Stasimopus leipoldti

Scientific classification
- Kingdom: Animalia
- Phylum: Arthropoda
- Subphylum: Chelicerata
- Class: Arachnida
- Order: Araneae
- Infraorder: Mygalomorphae
- Family: Stasimopidae
- Genus: Stasimopus
- Species: S. leipoldti
- Binomial name: Stasimopus leipoldti Purcell, 1902

= Stasimopus leipoldti =

- Authority: Purcell, 1902

Species of spider

Stasimopus leipoldti is a species of spider in the family Stasimopidae. It is endemic to South Africa.

==Distribution==
Stasimopus leipoldti is endemic to the Western Cape province of South Africa. It is known only from the type locality in Clanwilliam at an altitude of 83 m above sea level.

==Habitat and ecology==
The species inhabits the Fynbos biome. Stasimopus leipoldti is a ground dweller that constructs silk-lined burrows closed with a cork-lid trapdoor.

==Conservation==
Stasimopus leipoldti is listed as Data Deficient for taxonomic reasons.

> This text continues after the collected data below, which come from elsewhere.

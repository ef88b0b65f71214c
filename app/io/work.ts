import { parseScenario } from '../../src/io/scenario';
import { decodeScenarioLink, linkPayloadOf } from '../../src/io/scenarioLink';
import { appStore } from '../store/appStore';
import { type AutosaveControl, startAutosave } from './autosave';
import { DEMO_SCENARIO_URL, openScenario } from './openScenario';
import { claimWork, releaseWork } from './workLock';
import { type WorkRecord, WorkStore } from './workStore';

/** The browser's store of work in progress (IndexedDB). */
export const workStore = new WorkStore();

/** Where a shared link's scenario is said to come from. */
export const SHARED_LINK = 'shared link';

let autosave: AutosaveControl | null = null;

/** Starts autosaving the app's work (once, from main). */
export function startKeepingWork(): void {
  if (autosave !== null) return;
  autosave = startAutosave(appStore, workStore);
  let opened = appStore.getState().openedScenario;
  let workId = appStore.getState().workId;
  appStore.subscribe((state) => {
    // The open work's lock follows it: another tab cannot take work this one is saving.
    if (state.workId !== workId) {
      if (workId !== null) releaseWork(workId);
      workId = state.workId;
      if (workId !== null) void claimWork(workId);
    }
    if (state.openedScenario === opened) return;
    opened = state.openedScenario;
    // Work replaced by other work was saved on the way out: list it so it can be opened again.
    void refreshOtherWork();
  });
}

/** Lists the autosaved work other than the open one, once every save under way has landed. */
export async function refreshOtherWork(): Promise<void> {
  await autosave?.settled();
  let records: WorkRecord[];
  try {
    records = await workStore.list();
  } catch {
    return;
  }
  const current = appStore.getState().workId;
  appStore
    .getState()
    .setWorkState({ otherWork: records.filter((record) => record.id !== current) });
}

/**
 * Whether the open work may be replaced now: yes, unless it has changes the browser could
 * not keep, in which case the user is asked.
 */
export function mayReplaceOpenWork(): boolean {
  const { unkeptWork, autosaveProblem } = appStore.getState();
  if (!unkeptWork) return true;
  return window.confirm(
    `The open work has changes this browser could not keep (${autosaveProblem ?? 'unknown reason'}). Replace it anyway? Cancel, then Save scenario, to keep them in a file.`,
  );
}

/**
 * Opens what the page should start with: the scenario of a shared link in the address, else
 * the newest autosaved work not open in another tab (said so, with an offer to discard it),
 * else the demo. Other autosaved work is offered beside it; nothing kept is dropped without
 * the user asking. A scenario the user opened while this was under way is left open.
 */
export async function openStartingScenario(): Promise<void> {
  const state = appStore.getState();
  const userOpenedMeanwhile = () => appStore.getState().openedScenario !== null;
  let saved: WorkRecord[] = [];
  try {
    saved = await workStore.list();
  } catch (error) {
    state.setWorkState({
      autosaveProblem: `autosaved work could not be read (${reasonOf(error)})`,
    });
  }
  const payload = linkPayloadOf(window.location.hash);
  if (payload !== null) {
    // The link has done its job; a reload should find the autosave of any changes, not the link.
    window.history.replaceState(null, '', window.location.pathname + window.location.search);
    try {
      const scenario = await decodeScenarioLink(payload);
      if (!userOpenedMeanwhile()) appStore.getState().openScenarioDocument(scenario, SHARED_LINK);
      appStore.getState().setWorkState({ otherWork: saved });
      return;
    } catch (error) {
      appStore.getState().setWorkState({ linkProblem: reasonOf(error) });
    }
  }
  const unreadable: string[] = [];
  for (const record of saved) {
    if (userOpenedMeanwhile()) break;
    // Work open in another tab is that tab's to save; it stays listed here.
    if (!(await claimWork(record.id))) continue;
    const problem = await openWork(record);
    if (problem === null) {
      appStore.getState().setWorkState({
        restoredWork: record,
        otherWork: saved.filter((other) => other.id !== record.id),
      });
      return;
    }
    releaseWork(record.id);
    unreadable.push(`“${record.title}”: ${problem}`);
  }
  if (unreadable.length > 0) {
    appStore.getState().setWorkState({
      autosaveProblem: `autosaved work could not be opened and is kept as it is (${unreadable.join('; ')})`,
    });
  }
  if (!userOpenedMeanwhile()) await openScenario(DEMO_SCENARIO_URL);
  appStore.getState().setWorkState({ otherWork: saved });
}

/** Opens a piece of autosaved work, which goes on being saved under its record. */
export async function openWork(record: WorkRecord): Promise<string | null> {
  try {
    const stored = await workStore.load(record.id);
    if (stored === undefined) return 'it is no longer kept';
    const scenario = parseScenario(stored);
    const state = appStore.getState();
    state.openScenarioDocument(
      scenario,
      `autosaved work from ${new Date(record.savedAt).toLocaleString()}`,
    );
    state.setWorkState({ workId: record.id, autosavedAt: record.savedAt });
    return null;
  } catch (error) {
    return reasonOf(error);
  }
}

/** Switches to another piece of autosaved work; the open one stays kept. */
export async function switchToWork(record: WorkRecord): Promise<void> {
  const refuse = (problem: string) =>
    appStore
      .getState()
      .setWorkState({ autosaveProblem: `“${record.title}” could not be opened: ${problem}` });
  if (!mayReplaceOpenWork()) return;
  if (!(await claimWork(record.id))) {
    refuse('it is open in another tab');
    return;
  }
  const problem = await openWork(record);
  if (problem !== null) {
    releaseWork(record.id);
    refuse(problem);
    return;
  }
  // The work that was open has been saved on the way out; list it among the others.
  await autosave?.settled();
  appStore.getState().setWorkState({ restoredWork: null });
  await refreshOtherWork();
}

/**
 * Deletes a piece of autosaved work the user chose to discard (the caller has asked). If it
 * is open, the demo replaces it first, so no change of it can be saved again.
 */
export async function discardWork(record: WorkRecord): Promise<void> {
  const open = appStore.getState().workId === record.id;
  if (!open && !(await claimWork(record.id))) {
    appStore.getState().setWorkState({
      autosaveProblem: `“${record.title}” is open in another tab; discard it there`,
    });
    return;
  }
  autosave?.forget(record.id);
  if (open) {
    appStore.getState().setWorkState({ workId: null, unkeptWork: false });
    await openScenario(DEMO_SCENARIO_URL);
  }
  await autosave?.settled();
  try {
    await workStore.remove(record.id);
  } catch (error) {
    appStore.getState().setWorkState({ autosaveProblem: `could not discard (${reasonOf(error)})` });
    return;
  } finally {
    releaseWork(record.id);
  }
  const state = appStore.getState();
  state.setWorkState({
    otherWork: state.otherWork.filter((other) => other.id !== record.id),
    restoredWork: state.restoredWork?.id === record.id ? null : state.restoredWork,
  });
}

function reasonOf(error: unknown): string {
  return error instanceof Error ? error.message : String(error);
}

The species was described by Purcell in 1902 from the type locality, collected around 1900 in Clanwilliam, an urbanized area surrounded by crop farming. It has a very restricted distribution range. The status of the species remains obscure, and more sampling is needed to collect males and determine the species' full range.

==Taxonomy==
The species was originally described by Purcell in 1902 from Clanwilliam. It has not been revised since its original description and remains known only from the female specimen.